- _Required action_: Tell me, please, how many lines in the records below include the word "fails". Give no more than the number.

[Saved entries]
● ● ●

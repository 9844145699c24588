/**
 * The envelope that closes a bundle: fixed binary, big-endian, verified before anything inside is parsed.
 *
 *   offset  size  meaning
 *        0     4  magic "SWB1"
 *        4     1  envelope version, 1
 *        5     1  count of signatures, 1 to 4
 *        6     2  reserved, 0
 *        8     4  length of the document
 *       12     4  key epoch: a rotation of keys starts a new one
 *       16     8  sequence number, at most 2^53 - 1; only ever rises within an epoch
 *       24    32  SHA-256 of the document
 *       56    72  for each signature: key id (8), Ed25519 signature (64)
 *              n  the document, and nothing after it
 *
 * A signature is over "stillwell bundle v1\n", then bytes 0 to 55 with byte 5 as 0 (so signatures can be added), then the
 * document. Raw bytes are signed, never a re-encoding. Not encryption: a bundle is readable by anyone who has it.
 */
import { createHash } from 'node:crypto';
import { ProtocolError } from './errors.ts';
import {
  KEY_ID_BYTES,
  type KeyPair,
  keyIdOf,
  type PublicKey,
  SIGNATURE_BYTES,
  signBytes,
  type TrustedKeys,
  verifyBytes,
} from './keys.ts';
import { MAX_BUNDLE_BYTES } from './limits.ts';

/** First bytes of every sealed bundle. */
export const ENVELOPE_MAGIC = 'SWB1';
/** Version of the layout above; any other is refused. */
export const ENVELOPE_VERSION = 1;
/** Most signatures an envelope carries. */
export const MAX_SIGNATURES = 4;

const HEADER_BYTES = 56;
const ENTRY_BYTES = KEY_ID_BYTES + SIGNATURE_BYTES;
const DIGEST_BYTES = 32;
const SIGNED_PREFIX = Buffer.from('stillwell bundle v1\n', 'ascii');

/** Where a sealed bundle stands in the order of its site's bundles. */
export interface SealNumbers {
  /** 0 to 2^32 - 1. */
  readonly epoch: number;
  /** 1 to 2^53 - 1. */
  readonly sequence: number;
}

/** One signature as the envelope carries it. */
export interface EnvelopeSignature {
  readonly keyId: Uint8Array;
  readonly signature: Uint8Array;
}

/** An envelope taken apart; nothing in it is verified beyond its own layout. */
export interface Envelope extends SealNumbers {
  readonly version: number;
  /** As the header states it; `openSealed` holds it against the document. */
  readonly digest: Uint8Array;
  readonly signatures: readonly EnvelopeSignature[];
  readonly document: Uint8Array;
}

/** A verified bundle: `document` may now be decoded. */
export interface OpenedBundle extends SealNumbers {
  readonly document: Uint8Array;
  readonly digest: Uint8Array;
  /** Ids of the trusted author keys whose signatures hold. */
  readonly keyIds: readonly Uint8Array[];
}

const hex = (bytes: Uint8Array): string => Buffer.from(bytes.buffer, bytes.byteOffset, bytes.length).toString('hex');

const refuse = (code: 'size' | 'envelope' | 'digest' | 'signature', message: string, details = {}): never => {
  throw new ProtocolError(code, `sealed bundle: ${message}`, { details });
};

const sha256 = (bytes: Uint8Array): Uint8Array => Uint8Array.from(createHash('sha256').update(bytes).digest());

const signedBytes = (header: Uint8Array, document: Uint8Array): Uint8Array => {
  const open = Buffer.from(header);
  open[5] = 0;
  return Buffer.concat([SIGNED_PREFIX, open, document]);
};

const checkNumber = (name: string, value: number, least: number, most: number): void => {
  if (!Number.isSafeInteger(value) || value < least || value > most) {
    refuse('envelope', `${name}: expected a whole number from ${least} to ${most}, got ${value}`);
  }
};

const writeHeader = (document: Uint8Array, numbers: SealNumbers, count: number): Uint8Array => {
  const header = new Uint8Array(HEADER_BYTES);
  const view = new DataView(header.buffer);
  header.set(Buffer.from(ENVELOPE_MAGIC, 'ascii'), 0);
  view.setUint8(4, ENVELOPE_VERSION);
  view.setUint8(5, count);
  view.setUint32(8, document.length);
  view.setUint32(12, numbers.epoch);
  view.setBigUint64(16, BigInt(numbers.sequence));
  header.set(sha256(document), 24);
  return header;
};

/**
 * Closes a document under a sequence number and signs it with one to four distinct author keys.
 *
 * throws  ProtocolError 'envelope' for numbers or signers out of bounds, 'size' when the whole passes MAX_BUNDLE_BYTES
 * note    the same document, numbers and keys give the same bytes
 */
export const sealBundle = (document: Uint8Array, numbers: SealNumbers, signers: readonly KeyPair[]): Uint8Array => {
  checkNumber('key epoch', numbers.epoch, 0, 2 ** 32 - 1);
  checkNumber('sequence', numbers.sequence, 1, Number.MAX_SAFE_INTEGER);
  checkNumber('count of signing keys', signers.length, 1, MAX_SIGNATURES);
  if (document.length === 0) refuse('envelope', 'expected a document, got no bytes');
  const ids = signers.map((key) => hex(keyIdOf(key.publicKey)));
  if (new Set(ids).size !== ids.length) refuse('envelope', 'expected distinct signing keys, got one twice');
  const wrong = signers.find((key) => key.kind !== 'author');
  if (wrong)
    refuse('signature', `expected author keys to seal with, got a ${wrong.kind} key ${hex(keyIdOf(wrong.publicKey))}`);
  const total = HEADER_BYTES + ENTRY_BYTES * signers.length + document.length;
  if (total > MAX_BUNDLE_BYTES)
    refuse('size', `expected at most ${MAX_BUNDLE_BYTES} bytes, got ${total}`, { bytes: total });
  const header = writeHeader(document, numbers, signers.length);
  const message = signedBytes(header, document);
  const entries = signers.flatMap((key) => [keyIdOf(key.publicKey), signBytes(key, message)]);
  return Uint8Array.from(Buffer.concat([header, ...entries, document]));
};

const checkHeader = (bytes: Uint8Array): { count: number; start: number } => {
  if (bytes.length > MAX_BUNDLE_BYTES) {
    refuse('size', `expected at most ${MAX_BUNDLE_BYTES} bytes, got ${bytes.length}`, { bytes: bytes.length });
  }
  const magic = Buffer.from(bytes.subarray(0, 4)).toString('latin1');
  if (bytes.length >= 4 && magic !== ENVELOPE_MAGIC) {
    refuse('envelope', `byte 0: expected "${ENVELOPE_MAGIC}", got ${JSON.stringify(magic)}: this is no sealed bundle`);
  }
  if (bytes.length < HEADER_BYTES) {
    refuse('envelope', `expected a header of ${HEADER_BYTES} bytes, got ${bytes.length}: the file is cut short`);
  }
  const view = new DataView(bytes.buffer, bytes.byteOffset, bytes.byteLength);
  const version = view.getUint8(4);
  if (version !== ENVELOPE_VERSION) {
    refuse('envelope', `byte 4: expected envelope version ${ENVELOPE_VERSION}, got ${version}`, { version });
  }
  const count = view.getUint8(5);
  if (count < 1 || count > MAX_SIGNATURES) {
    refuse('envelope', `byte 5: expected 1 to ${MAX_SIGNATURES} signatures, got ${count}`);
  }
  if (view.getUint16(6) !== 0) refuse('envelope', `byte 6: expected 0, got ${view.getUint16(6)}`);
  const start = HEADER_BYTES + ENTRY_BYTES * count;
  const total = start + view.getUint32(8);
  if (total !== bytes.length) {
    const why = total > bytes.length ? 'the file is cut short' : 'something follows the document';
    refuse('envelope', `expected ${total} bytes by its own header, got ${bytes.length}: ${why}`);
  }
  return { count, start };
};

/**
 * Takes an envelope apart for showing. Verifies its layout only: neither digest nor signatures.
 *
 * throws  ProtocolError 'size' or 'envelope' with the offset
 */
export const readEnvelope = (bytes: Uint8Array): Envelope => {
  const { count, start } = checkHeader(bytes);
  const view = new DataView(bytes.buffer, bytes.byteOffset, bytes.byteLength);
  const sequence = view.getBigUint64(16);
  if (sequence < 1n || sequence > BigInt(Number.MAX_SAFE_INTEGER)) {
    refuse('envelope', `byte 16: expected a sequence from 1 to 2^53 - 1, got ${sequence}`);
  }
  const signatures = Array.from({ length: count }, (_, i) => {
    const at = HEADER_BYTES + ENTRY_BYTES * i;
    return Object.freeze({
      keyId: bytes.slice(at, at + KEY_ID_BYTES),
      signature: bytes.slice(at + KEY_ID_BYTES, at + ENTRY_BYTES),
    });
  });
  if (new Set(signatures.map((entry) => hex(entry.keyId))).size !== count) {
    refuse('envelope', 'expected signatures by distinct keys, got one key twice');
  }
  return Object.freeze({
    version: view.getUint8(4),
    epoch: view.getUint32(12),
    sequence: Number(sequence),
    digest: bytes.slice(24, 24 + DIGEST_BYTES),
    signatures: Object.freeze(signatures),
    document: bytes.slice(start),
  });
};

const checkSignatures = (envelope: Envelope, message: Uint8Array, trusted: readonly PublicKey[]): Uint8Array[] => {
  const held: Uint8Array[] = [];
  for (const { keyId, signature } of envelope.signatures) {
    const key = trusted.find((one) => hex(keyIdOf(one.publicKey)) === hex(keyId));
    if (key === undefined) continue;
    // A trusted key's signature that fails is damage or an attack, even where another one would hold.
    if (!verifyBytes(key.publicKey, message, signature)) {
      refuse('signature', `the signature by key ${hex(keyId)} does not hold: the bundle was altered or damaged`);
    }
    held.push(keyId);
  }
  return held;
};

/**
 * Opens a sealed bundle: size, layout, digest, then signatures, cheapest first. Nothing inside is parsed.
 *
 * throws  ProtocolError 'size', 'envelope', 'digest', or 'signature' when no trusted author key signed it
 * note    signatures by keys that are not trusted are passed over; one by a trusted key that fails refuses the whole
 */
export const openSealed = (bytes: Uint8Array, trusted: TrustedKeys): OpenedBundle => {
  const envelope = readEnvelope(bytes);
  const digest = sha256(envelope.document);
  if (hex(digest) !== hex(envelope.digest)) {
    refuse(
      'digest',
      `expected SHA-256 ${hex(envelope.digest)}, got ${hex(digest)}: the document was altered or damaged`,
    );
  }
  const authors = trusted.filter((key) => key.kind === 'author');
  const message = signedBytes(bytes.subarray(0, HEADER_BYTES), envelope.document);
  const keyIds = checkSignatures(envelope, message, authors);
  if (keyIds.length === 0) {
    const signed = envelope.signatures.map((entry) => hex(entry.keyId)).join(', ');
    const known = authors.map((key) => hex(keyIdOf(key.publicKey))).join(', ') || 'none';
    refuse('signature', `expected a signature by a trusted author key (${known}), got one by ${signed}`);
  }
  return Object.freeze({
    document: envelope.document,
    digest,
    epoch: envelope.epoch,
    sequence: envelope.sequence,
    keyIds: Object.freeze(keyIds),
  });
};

● ● ●

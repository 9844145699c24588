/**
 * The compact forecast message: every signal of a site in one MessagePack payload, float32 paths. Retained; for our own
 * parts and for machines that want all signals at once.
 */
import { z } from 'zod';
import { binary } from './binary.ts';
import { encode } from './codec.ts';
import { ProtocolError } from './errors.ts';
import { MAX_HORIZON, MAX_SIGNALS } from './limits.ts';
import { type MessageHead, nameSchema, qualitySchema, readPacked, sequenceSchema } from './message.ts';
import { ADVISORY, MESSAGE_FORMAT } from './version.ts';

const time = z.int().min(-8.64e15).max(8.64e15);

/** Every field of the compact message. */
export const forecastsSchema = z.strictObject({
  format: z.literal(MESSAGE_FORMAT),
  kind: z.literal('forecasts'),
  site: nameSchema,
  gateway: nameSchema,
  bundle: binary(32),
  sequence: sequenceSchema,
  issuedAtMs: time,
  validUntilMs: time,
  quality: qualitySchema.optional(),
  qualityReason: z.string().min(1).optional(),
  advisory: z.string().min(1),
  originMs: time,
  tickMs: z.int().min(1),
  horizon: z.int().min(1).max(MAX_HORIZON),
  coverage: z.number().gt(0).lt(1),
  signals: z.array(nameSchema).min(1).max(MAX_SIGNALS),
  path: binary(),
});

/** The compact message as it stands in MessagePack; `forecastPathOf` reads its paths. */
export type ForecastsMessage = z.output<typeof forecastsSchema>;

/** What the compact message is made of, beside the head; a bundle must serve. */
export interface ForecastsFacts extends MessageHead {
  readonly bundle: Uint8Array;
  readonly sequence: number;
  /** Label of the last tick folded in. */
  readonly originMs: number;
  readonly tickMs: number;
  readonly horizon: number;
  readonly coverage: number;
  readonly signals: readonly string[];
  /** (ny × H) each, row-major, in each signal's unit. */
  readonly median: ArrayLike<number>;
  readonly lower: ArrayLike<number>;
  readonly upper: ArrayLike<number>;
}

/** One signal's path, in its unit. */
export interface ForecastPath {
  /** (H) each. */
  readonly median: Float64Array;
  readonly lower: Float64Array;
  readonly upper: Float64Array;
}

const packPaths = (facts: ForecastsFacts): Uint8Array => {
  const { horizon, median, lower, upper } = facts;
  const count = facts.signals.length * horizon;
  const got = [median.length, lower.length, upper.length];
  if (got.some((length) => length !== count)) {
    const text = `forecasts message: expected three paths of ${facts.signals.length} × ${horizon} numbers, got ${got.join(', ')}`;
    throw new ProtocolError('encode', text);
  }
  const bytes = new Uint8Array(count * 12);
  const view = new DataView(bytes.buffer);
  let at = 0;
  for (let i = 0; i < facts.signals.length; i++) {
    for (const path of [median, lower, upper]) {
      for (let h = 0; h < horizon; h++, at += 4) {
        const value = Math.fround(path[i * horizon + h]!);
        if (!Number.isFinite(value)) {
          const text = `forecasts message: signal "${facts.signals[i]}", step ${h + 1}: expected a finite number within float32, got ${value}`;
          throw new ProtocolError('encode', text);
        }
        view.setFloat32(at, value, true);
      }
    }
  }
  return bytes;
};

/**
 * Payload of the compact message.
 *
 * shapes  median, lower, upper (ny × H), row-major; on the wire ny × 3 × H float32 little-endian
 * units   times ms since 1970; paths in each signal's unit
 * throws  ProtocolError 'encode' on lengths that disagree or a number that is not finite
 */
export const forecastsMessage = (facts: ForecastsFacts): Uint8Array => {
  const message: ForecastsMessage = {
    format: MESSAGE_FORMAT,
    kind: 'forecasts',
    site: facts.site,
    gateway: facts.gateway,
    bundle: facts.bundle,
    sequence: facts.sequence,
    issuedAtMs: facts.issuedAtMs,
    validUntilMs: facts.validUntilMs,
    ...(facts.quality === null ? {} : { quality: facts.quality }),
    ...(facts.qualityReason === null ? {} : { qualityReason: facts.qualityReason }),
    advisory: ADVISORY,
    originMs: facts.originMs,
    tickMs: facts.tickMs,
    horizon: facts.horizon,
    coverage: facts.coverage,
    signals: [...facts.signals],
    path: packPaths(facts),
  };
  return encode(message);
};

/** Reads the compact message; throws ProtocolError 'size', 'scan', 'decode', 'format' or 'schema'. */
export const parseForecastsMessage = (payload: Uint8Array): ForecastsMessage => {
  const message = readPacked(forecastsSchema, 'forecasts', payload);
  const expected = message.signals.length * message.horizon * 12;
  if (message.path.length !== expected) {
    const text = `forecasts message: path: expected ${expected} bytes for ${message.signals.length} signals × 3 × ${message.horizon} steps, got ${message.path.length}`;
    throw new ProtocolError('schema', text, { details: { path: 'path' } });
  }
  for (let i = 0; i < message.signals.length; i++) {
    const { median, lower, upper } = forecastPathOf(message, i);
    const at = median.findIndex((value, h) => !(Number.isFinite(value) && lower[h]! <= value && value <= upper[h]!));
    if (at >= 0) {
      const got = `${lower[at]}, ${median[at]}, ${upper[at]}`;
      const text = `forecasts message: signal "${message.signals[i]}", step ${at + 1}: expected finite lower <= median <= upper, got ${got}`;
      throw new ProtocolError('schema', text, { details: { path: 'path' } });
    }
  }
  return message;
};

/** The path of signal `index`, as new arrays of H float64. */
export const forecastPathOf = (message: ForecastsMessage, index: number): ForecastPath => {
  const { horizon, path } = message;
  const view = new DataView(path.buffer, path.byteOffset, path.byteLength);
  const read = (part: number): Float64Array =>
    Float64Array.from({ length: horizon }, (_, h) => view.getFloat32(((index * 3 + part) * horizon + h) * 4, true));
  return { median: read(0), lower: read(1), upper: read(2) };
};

● ● ●

- _Answer space_: 2